Thursday, April 02, 2009

Improving XSLT performance with Woodstox/SAX (or Aalto): 20-30% more thorughput!

One thing I mentioned earlier regarding potential use cases for Woodstox' SAX API implementation was to speed up XSLT processing. 2 main Java XSLT processor contestants -- Xalan and Saxon -- both use SAX as their primary input source. Since Woodstox is a tad faster for both reading and writing XML than its leading open source competitors (including one JDK bundles, Xerces), one would expect some speed boost for using Woodstox as the SAX parser.

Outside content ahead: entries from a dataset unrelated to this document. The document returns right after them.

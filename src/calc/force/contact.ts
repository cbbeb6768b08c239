import { type Mm, type MPa, mm, mpa, within } from '../units.ts';

/** Poisson's ratio of the work. From memory: metals lie between 0.28 and 0.35. */
const WORK_POISSON = 0.29;
/** Modulus and Poisson's ratio of a hardened wheel. From memory. */
const WHEEL_MODULUS: MPa = mpa(220_000);
const WHEEL_POISSON = 0.28;

/**
 * Radius of the roller that would press a flat as a wheel presses a bar.
 *
 *     Req = Dw Dp/(2 (Dw + Dp))
 *
 * | symbol | meaning | unit | range |
 * | --- | --- | --- | --- |
 * | Dw (wheelDiameter) | diameter of the wheel | mm | > 0 |
 * | Dp (workDiameter) | diameter of the blank | mm | > 0 |
 * | → Req | equivalent radius | mm | |
 *
 * Assumes the contact is short against both radii.
 *
 * @source force-model (curvatures of two rollers add)
 * @example equivalentRadius(mm(20), mm(25)) // 5.55556 mm
 */
export function equivalentRadius(wheelDiameter: Mm, workDiameter: Mm): Mm {
  within('wheelDiameter', wheelDiameter, Number.MIN_VALUE, 1e6, 'mm');
  within('workDiameter', workDiameter, Number.MIN_VALUE, 1e6, 'mm');
  return mm((wheelDiameter * workDiameter) / (2 * (wheelDiameter + workDiameter)));
}

/**
 * Length of the arc on which a wheel bears while it goes in deeper.
 *
 *     L = √(2 Req dz)
 *
 * | symbol | meaning | unit | range |
 * | --- | --- | --- | --- |
 * | Req (radius) | equivalent radius | mm | > 0 |
 * | dz (infeed) | infeed of the turn | mm | ≥ 0 |
 * | → L | contact arc | mm | |
 *
 * Assumes the wheel bears only on the side where it goes in.
 *
 * @source force-model (chord of a shallow cut into a round)
 * @example contactArc(equivalentRadius(mm(20), mm(25)), mm(0.02)) // 0.471405 mm
 */
export function contactArc(radius: Mm, infeed: Mm): Mm {
  within('radius', radius, Number.MIN_VALUE, 1e6, 'mm');
  within('infeed', infeed, 0, 1e6, 'mm');
  return mm(Math.sqrt(2 * radius * infeed));
}

/**
 * Modulus of a contact between the work and a hardened wheel.
 *
 *     1/E* = (1 − 0.29²)/E + (1 − 0.28²)/220000
 *
 * | symbol | meaning | unit | range |
 * | --- | --- | --- | --- |
 * | E (modulus) | modulus of the work | MPa | > 0 |
 * | → E* | contact modulus | MPa | |
 *
 * Assumes a steel wheel, and 0.29 for every work material.
 *
 * @source hertz (both bodies give)
 * @example contactModulus(mpa(205000)) // 115515 MPa
 */
export function contactModulus(modulus: MPa): MPa {
  within('modulus', modulus, Number.MIN_VALUE, 1e6, 'MPa');
  const work = (1 - WORK_POISSON ** 2) / modulus;
  return mpa(1 / (work + (1 - WHEEL_POISSON ** 2) / WHEEL_MODULUS));
}

/**
 * Half width of a line contact that bears with a known mean pressure.
 *
 *     b_e = 8 p̄ Req/(π E*)
 *
 * | symbol | meaning | unit | range |
 * | --- | --- | --- | --- |
 * | p̄ (pressure) | mean pressure | MPa | ≥ 0 |
 * | Req (radius) | equivalent radius | mm | > 0 |
 * | E* (stiffness) | contact modulus | MPa | > 0 |
 * | → b_e | half width of the contact | mm | |
 *
 * Assumes smooth rollers that spring and do not flow.
 *
 * @source hertz (b² = 4 F' Req/(π E*) with F' = 2 b p̄)
 * @example hertzHalfWidth(mpa(541.683), equivalentRadius(mm(20), mm(25)), contactModulus(mpa(205000))) // 0.0663399 mm
 */
export function hertzHalfWidth(pressure: MPa, radius: Mm, stiffness: MPa): Mm {
  within('pressure', pressure, 0, 1e6, 'MPa');
  within('stiffness', stiffness, Number.MIN_VALUE, 1e6, 'MPa');
  return mm((8 * pressure * radius) / (Math.PI * stiffness));
}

To test out this hypothesis, I wrote some more StaxBind code (which currently lives within Woodstox svn repository at Codehaus) to allow running set of XSLT stylesheets over documents: in this case test cases of XSLTMark test suite.
For additonal fun, I also included tests using Aalto given it also implements SAX and is complete enough to handle XSLT transformations just fine. For the first test run, I chose Saxon; I will later do the same with Xalan.

So here's a quick look at combined results over couple dozen tests:

Or, check out complete results for full overview.

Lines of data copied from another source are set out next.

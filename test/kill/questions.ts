/** Questions in a shop that is killed: asked, answered, solved, and put up again meanwhile. */
import { expect } from 'vitest';
import {
  answeredEffects,
  askedEffects,
  solvedEffects,
} from '../../commands/knurl/questions/effects.ts';
import type { Effect } from '../../src/desk/index.ts';
import { queued } from '../../src/desk/queued.ts';
import {
  answerQuestion,
  askQuestion,
  queueEffects,
  reminderKey,
  type ShopChange,
  solveQuestion,
  toTell,
  unsolvedQuestions,
} from '../../src/shop/index.ts';
import type { Store } from '../../src/store/index.ts';
import type { Did } from './did.ts';

/** The one that is open is answered, then solved, then another is asked, with all that is posted. */
export const questionOne = async (change: ShopChange, did: Did): Promise<Did> => {
  const [oldest] = await unsolvedQuestions(change, { limit: 1 });
  if (oldest === undefined) {
    const asking = { text: `why ${did.interaction}`, card: null, place: 'questions/' };
    const asked = await askQuestion(change, asking);
    if (!asked.ok) return did;
    const told = await toTell(change, 'engineer', '');
    const keys = await post(change, await askedEffects(change, asked.value, null, told));
    return { ...did, asked: [asked.value.id], effects: [...did.effects, ...keys] };
  }
  if (oldest.state !== 'answered') {
    const answered = await answerQuestion(change, oldest.id, `so ${did.interaction}`);
    if (!answered.ok) return did;
    const keys = await post(change, await answeredEffects(change, answered.value, null));
    const { id } = answered.value.answer;
    return { ...did, answered: [id], effects: [...did.effects, ...keys] };
  }
  const solving = { role: 'engineer', accepted: 1, words: null } as const;
  const solved = await solveQuestion(change, oldest.id, solving);
  if (!solved.ok) return did;
  const keys = await post(change, await solvedEffects(change, solved.value, null));
  return { ...did, solved: [oldest.id], effects: [...did.effects, ...keys] };
};

const post = (change: ShopChange, effects: readonly Effect[]): Promise<readonly string[]> =>
  queueEffects(change, effects.map(queued));

/** Every question is there or not, and with it its answers, where it stands and what is found. */
export const questionsAreWhole = async (store: Store, kept: readonly Did[]): Promise<void> => {
  const rows = await store.read.selectFrom('question').selectAll().execute();
  const answers = await store.read.selectFrom('answer').selectAll().execute();
  expect(answers.length).toBeGreaterThan(0);
  expect(rows.map(({ id }) => id).sort()).toEqual(kept.flatMap((did) => did.asked).sort());
  expect(answers.map(({ id }) => id).sort()).toEqual(kept.flatMap((did) => did.answered).sort());
  const solved = rows.filter(({ solved_at }) => solved_at !== null);
  expect(solved.map(({ id }) => id).sort()).toEqual(kept.flatMap((did) => did.solved).sort());
  for (const { id, state, version, accepted } of rows) {
    const count = answers.filter(({ question }) => question === id).length;
    const wanted = accepted !== null ? 'solved' : count > 0 ? 'answered' : 'open';
    const changes = count + (accepted === null ? 0 : 1);
    expect([id, state, version]).toEqual([id, wanted, 1 + changes]);
  }
  const found = await store.read
    .selectFrom('find_entry')
    .select('subject_id')
    .where('kind', '=', 'question')
    .execute();
  expect(found.map(({ subject_id }) => subject_id).sort()).toEqual(rows.map(({ id }) => id).sort());
};

/** What was to be posted because questions came up again. */
export const reminderKeys = async (store: Store): Promise<readonly string[]> => {
  const rows = await store.read
    .selectFrom('question')
    .select(['code', 'round', 'reminders'])
    .execute();
  return rows.flatMap(({ code, round, reminders }) =>
    Array.from({ length: reminders }, (_, at) => reminderKey(code, round, at + 1)),
  );
};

The executive summary is that using Woodstox can give you 20-30% more throughput for these test cases; and consistently at least some speed up. Aalto can give another slight boost as well. And given how simple it all is (see here for a reminder), it should be a nice easy win.

What next? Well, in addition to testing Xalan, it would also be nice to get a more representative set of real-world stylesheets. But for now, I'll assume these results are representative.